Oxfam, the British charity, is calling for an immediate slash in rich-country sugar subsidies that lock out sugar imports from desperately poor places like Northeast Brazil and Mozambique that can produce little except sugar cane.

EU sugar subsidies, it says, is costing the pitiful economies of Mozambique, Malawi and Ethiopia $238 million in the past three years. At the same time, ordinary Americans and Europeans are shelling out billions of dollars per year in subsidies for white sugar and corn sweeteners.

The crowning irony: the sweetener subsidies, paid mainly to a few big companies, are blocking U.S. and EU farmers’ ardent efforts to sell more of their other crops in densely populated countries where food demand is outstripping local farm production.

Without free trade, poor-country farmers remain locked out of affluent markets, and rich-country farmers are locked out of Asia’s growing markets for their farm products. Consumers in all countries pay higher taxes and food prices.

In a severe blow to the world’s future for free trade in Agriculture, last fall Brazil led a poor-country walkout from the World Trade Organization’s Doha Round over the refusal of America and Europe to scale back their farm subsidies.

Farm trade reform would let each country produce to its highest-yield efficiency. The United States could swap wheat to Brazil, because it gets double the per-acre yields of subtropical Brazil. Brazil, in contrast, gets twice the sugar yields of American sugar beets. Such trade would permit the world to feed itself from fewer acres, at less cost to poor families and the environment. Farmers in both countries would increase their profits through lower costs.

Both the United States and EU governments are also stuck with farm policies they can’t afford.

The America farm subsidies were ramped up in 2002, as both Republicans and Democrats tried to avoid losing Midwest senate seats in a closely run election. Now, the costs of saving Social Security loom over every other federal budget issue. The farmers fear their subsidy rug will be yanked from under them-without any offsetting free trade access.

In Europe, the EU is about to take in 10 additional countries, along with seven million extra farmers and tens of millions of hectares of farmland newly eligible for subsidies.

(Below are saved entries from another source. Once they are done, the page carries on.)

describe('nodes that do not fit', () => {
  it('a single node', async () => {
    expect(await refusals(power('      - {at: 0.31, values: omega_m_plus.npy}\n', ''))).toMatchInlineSnapshot(`
      "error: a derivative has too few nodes
        where     runs/power/run.yaml:10:5  derivatives.omega_m.nodes
        found     1 node
        expected  at least 2, at different values of the parameter
        do        add a node; one of them may be the fiducial: {at: …, values: fiducial}"
    `);
  });

  it('no node', async () => {
    expect(await refusals(power('nodes:\n      - {at: 0.29, values: omega_m_minus.npy}\n      - {at: 0.31, values: omega_m_plus.npy}\n', 'nodes: []\n'))).toMatchInlineSnapshot(`
      "error: a derivative has too few nodes
        where     runs/power/run.yaml:10:5  derivatives.omega_m.nodes
        found     0 nodes
        expected  at least 2, at different values of the parameter
        do        add a node; one of them may be the fiducial: {at: …, values: fiducial}"
    `);
  });

  it('two nodes at one value', async () => {
    expect(await refusals(power('at: 0.31', 'at: 0.29'))).toMatchInlineSnapshot(`
      "error: two nodes stand at one value
        where     runs/power/run.yaml:12:10  derivatives.omega_m.nodes[1].at
        found     0.29 at nodes 0 and 1 (counted from 0)
        expected  a different value of the parameter at each node
        do        correct at: of one of them, or join their rows into one file"
    `);
  });

  it('other numbers of rows without seeds', async () => {
    expect(await refusals(edited(changed(minimalStudy(), { 'runs/power/omega_m_minus.npy': rows(30, 3) }), 'runs/power/run.yaml', '    seeds: step_seeds.npy\n', ''))).toMatchInlineSnapshot(`
      "error: a step does not match its files
        where     runs/power/run.yaml:11:9  derivatives.omega_m.nodes[1]
        found     30 rows in omega_m_minus.npy, 40 in omega_m_plus.npy
        expected  the same realisations at every node, or a seeds file for each
        do        add seeds: to both nodes"
    `);
  });

  it('seeds at one node only', async () => {
    expect(await refusals(edited(power('    seeds: step_seeds.npy\n', ''), 'runs/power/run.yaml', 'omega_m_minus.npy}', 'omega_m_minus.npy, seeds: step_seeds.npy}'))).toMatchInlineSnapshot(`
      "error: a step does not match its files
        where     runs/power/run.yaml:11:9  derivatives.omega_m.nodes[1]
        found     40 rows in omega_m_minus.npy with seeds, 40 rows in omega_m_plus.npy without
        expected  the same realisations at every node, or a seeds file for each
        do        add seeds: to the node that has none"
    `);
  });

  it('the fiducial at another value', async () => {
    expect(await refusals(power('{at: 0.31, values: omega_m_plus.npy}', '{at: 0.31, values: fiducial}'))).toMatchInlineSnapshot(`
      "error: the fiducial rows stand at another value
        where     runs/power/run.yaml:12:10  derivatives.omega_m.nodes[1].at
        found     0.31
        expected  0.3, the fiducial value of omega_m
        do        correct at:, or name the file that holds the rows at this value"
    `);
  });

  it('the fiducial with seeds of its own', async () => {
    expect(await refusals(power('{at: 0.31, values: omega_m_plus.npy}', '{at: 0.3, values: fiducial, seeds: seeds.npy}'))).toMatchInlineSnapshot(`
      "error: a key means nothing here
        where     runs/power/run.yaml:12:37  derivatives.omega_m.nodes[1].seeds
        found     seeds: beside values: fiducial
        expected  values: fiducial without seeds:
        do        remove one of the two"
    `);
  });

  it('the fiducial without seeds beside nodes with seeds', async () => {
    expect(await refusals(edited(edited(power('{at: 0.31, values: omega_m_plus.npy}', '{at: 0.3, values: fiducial}'), 'runs/power/run.yaml', ', seeds: seeds.npy', ''), 'runs/peaks/run.yaml', ', seeds: seeds.npy', ''))).toMatchInlineSnapshot(`
      "error: the fiducial rows cannot be matched with the other nodes
        where     runs/power/run.yaml:12:9  derivatives.omega_m.nodes[1]
        found     seeds at the other nodes, none under fiducial:
        expected  seeds for both, or for neither
        do        add seeds: under fiducial:"
    `);
  });

  it('the fiducial with seeds beside nodes without', async () => {
    expect(await refusals(edited(power('{at: 0.31, values: omega_m_plus.npy}', '{at: 0.3, values: fiducial}'), 'runs/power/run.yaml', '    seeds: step_seeds.npy\n', ''))).toMatchInlineSnapshot(`
      "error: the fiducial rows cannot be matched with the other nodes
        where     runs/power/run.yaml:11:9  derivatives.omega_m.nodes[1]
        found     seeds under fiducial:, none at the other nodes
        expected  seeds for both, or for neither
        do        add seeds: to this derivative"
    `);
  });

  it('the fiducial without a seed in common', async () => {
    expect(await refusals(edited(changed(minimalStudy(), { 'runs/power/step_seeds.npy': { shape: [40], values: Array.from({ length: 40 }, (_, i) => i) } }), 'runs/power/run.yaml', '{at: 0.31, values: omega_m_plus.npy}', '{at: 0.3, values: fiducial}'))).toMatchInlineSnapshot(`
      "error: the fiducial rows cannot be matched with the other nodes
        where     runs/power/run.yaml:12:9  derivatives.omega_m.nodes[1]
        found     0 seeds in common
        expected  at least 2 seeds that the fiducial rows and every other node share
        do        check that the seeds files name the same simulations, or leave the fiducial node out"
    `);
  });

  it('the fiducial twice', async () => {
    expect(await refusals(power('      - {at: 0.29, values: omega_m_minus.npy}\n      - {at: 0.31, values: omega_m_plus.npy}', '      - {at: 0.3, values: fiducial}\n      - {at: 0.3, values: fiducial}'))).toMatchInlineSnapshot(`
      "error: two nodes stand at one value
        where     runs/power/run.yaml:12:10  derivatives.omega_m.nodes[1].at
        found     0.3 at nodes 0 and 1 (counted from 0)
        expected  a different value of the parameter at each node
        do        correct at: of one of them, or join their rows into one file"
    `);
  });

  it('a derivative of two kinds', async () => {
    expect(await refusals(power('{exact: shear_bias.npy}', '{exact: shear_bias.npy, per_realisation: fiducial.npy}'))).toMatchInlineSnapshot(`
      "error: keys exclude each other
        where     runs/power/run.yaml:18:3  derivatives.shear_bias
        found     per_realisation and exact
        expected  exactly one of nodes, per_realisation, exact
        do        remove all but one"
    `);
  });

  it('a derivative of no kind', async () => {
    expect(await refusals(power('{exact: shear_bias.npy}', '{}'))).toMatchInlineSnapshot(`
      "error: a key is missing
        where     runs/power/run.yaml:18:3  derivatives.shear_bias
        found     none of them
        expected  exactly one of nodes, per_realisation, exact
        do        add the one that applies"
    `);
  });
});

The EU cannot afford to further increase its $350 billion per year in farm outlays, so the EU’s current farmers will likely have to take cuts. (The EU denies it, but few believe.)

America’s sweetener subsidies work by barring imports of foreign sugar, no matter how efficiently it’s produced. The big, politically connected U.S. Sugar Corporation (accused of polluting the Everglades), and a few hundred sugar beet growers with quotas, profit from the high U.S. sugar prices created by the trade barrier. Corn growers also think they profit from the sugar policy, since most of American processed foods and sodas are now made with corn sweetener. They forget, however, that if the trade barriers were dropped, they could sell far more corn to Asia as feed grain than they sell to corn sweetener companies today.

Environmentally, of course, the world is far better off using feedstuffs produced from the flat, rich soils of Illinois and Iowa (which never had many wild animal species) than it is clearing species-rich tropical forests or deforesting steep Chinese hillsides. (China is currently replanting trees on millions of acres of those hillsides after their conversion to “cropland” produced massive floods and soil erosion.)

The world of 2050 is likely to demand nearly three times as much food, to feed a peak population of 9 billion affluent humans. Trying to achieve that without biotech crops and with the farm trade barriers in place is a recipe for environmental disaster and continued tropical poverty.

Hopefully, the rich countries are learning (from the World Trade Center, from Madrid, from Bali) that they have a life-and-death stake in reducing poverty and amplifying hope in the future. For people everywhere.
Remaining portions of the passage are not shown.